Open ondratu opened 2 years ago
Hi @ondratu,
Could you please clarify what you believe is wrong in this case? ř
is the byte-sequence \xc5\x99
in UTF-8, so we'd expect the bytes object to be Ond\xc5\x99ej
. We can quickly verify this by checking:
'Ondřej'.encode('utf-8') == b'Ond\xc5\x99ej'
>>> True
It's not clear what other value you'd be expecting.
Hmm, on closer inspection this does appear to be a bug. We're using the bytes username as an argument to format our string for the header. This causes the full literal "b'Ond\xc5\x99ej'"
to be used which I agree doesn't look correct. This header should be encoded as bytes during creation but we currently defer that to be urllib3's problem.
When not encoding the auth/password, we get this:
Traceback (most recent call last):
File "/Users/nateprewitt/Work/OpenSource/requests/test.py", line 3, in <module>
r = requests.get('https://httpbin.org/digest-auth/auth/Ondřej/heslíčko', auth=h)

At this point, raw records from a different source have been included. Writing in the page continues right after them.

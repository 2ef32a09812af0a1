/** Index of the largest (sign = 1) or smallest (sign = −1) finite value, −1 if none. */
export function extremeIndex(values: ArrayLike<number>, sign: 1 | -1): number {
  let best = -1;
  for (let i = 0; i < values.length; i++) {
    const v = values[i];
    if (Number.isFinite(v) && (best < 0 || sign * v > sign * values[best])) best = i;
  }
  return best;
}

/**
 * Vertex of the parabola through three neighbouring points (x, y) around index i, clamped to the
 * outer two x; the x of point i itself when the points are not curved. Used to refine a peak or
 * a minimum found on a grid.
 */
export function parabolicVertex(
  x: ArrayLike<number>,
  y: ArrayLike<number>,
  i: number,
): { x: number; y: number } {
  if (i <= 0 || i >= x.length - 1) return { x: x[i], y: y[i] };
  const [x0, x1, x2] = [x[i - 1], x[i], x[i + 1]];
  const [y0, y1, y2] = [y[i - 1], y[i], y[i + 1]];
  const d = (x0 - x1) * (x0 - x2) * (x1 - x2);
  const a = (x2 * (y1 - y0) + x1 * (y0 - y2) + x0 * (y2 - y1)) / d;
  const b = (x2 * x2 * (y0 - y1) + x1 * x1 * (y2 - y0) + x0 * x0 * (y1 - y2)) / d;
  if (!(Math.abs(a) > 0)) return { x: x1, y: y1 };
  const xv = Math.min(Math.max(-b / (2 * a), x0), x2);
  const c = y1 - a * x1 * x1 - b * x1;
  return { x: xv, y: a * xv * xv + b * xv + c };
}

File "/Users/nateprewitt/Work/OpenSource/requests/requests/api.py", line 73, in get
return request("get", url, params=params, **kwargs)
[...]
File "/Users/nateprewitt/.pyenv/versions/3.10.3/lib/python3.10/http/client.py", line 1323, in _send_request
self.putheader(hdr, value)
File "/Users/nateprewitt/.pyenv/versions/3.10.3/lib/python3.10/site-packages/urllib3/connection.py", line 224, in putheader
_HTTPConnection.putheader(self, header, *values)
File "/Users/nateprewitt/.pyenv/versions/3.10.3/lib/python3.10/http/client.py", line 1255, in putheader
values[i] = one_value.encode('latin-1')
UnicodeEncodeError: 'latin-1' codec can't encode character '\u0159' in position 20: ordinal not in range(256)
Fixing this is unfortunately somewhat complicated for a couple reasons:
1.) Users expect the output of HTTPDigestAuth
to be a str
in Python 3, changing that is likely breaking.
2.) If we were to encode the string, the libraries current convention would be latin-1
not utf-8
. That wouldn't solve this issue.
I don't believe we can ever format this correctly in Python 3 with the current behavior though. I'll need to look more tomorrow, but we may consider a behavior change if self.username
/self.password
is passed in as bytes.
Hi all,
we encountered this week as we had a password policy change, too. Unicode is now optional requirement for passwords. But some may use it (I did...) and it broke twine, pip, and other things that would use requests.auth
module for authentication.
I saw the exception above, and knew immediately a quick test to see if charset encoding would fix it:
# requests/auth.py, _basic_auth_str()
....
if isinstance(password, str):
# password = password.encode("latin1")
password = password.encode("utf-8") # Hey! IT works,... now just make it an optional kwarg
I realize exposing encoding in the function signatures will have a ripple effect, but I don't think the latin1
assumption is all that great either.
Requested change: add encoding kwarg to _basic_auth_str()
and its consumers
def _basic_auth_str(username, passwd, encoding="latin1"):
...
password = password.encode(encoding)
..
One line fix and I'm good to go.... hopefully you can include in an upcoming release. Password policy changes are now more frequently including Unicode.
There was issue reported, which is closed with bad results.
https://github.com/psf/requests/blob/4f6c0187150af09d085c03096504934eb91c7a9e/requests/auth.py#L59-L63
Don't pass unicode strings in the arguments, but use UTF8 bytes instead.
Originally posted by @D-stefaang in https://github.com/psf/requests/issues/5089#issuecomment-763569911
But this is wrong! When i try to set user 'Ondřej' with this advice, requests send bad string:
creates header starts with wrong username!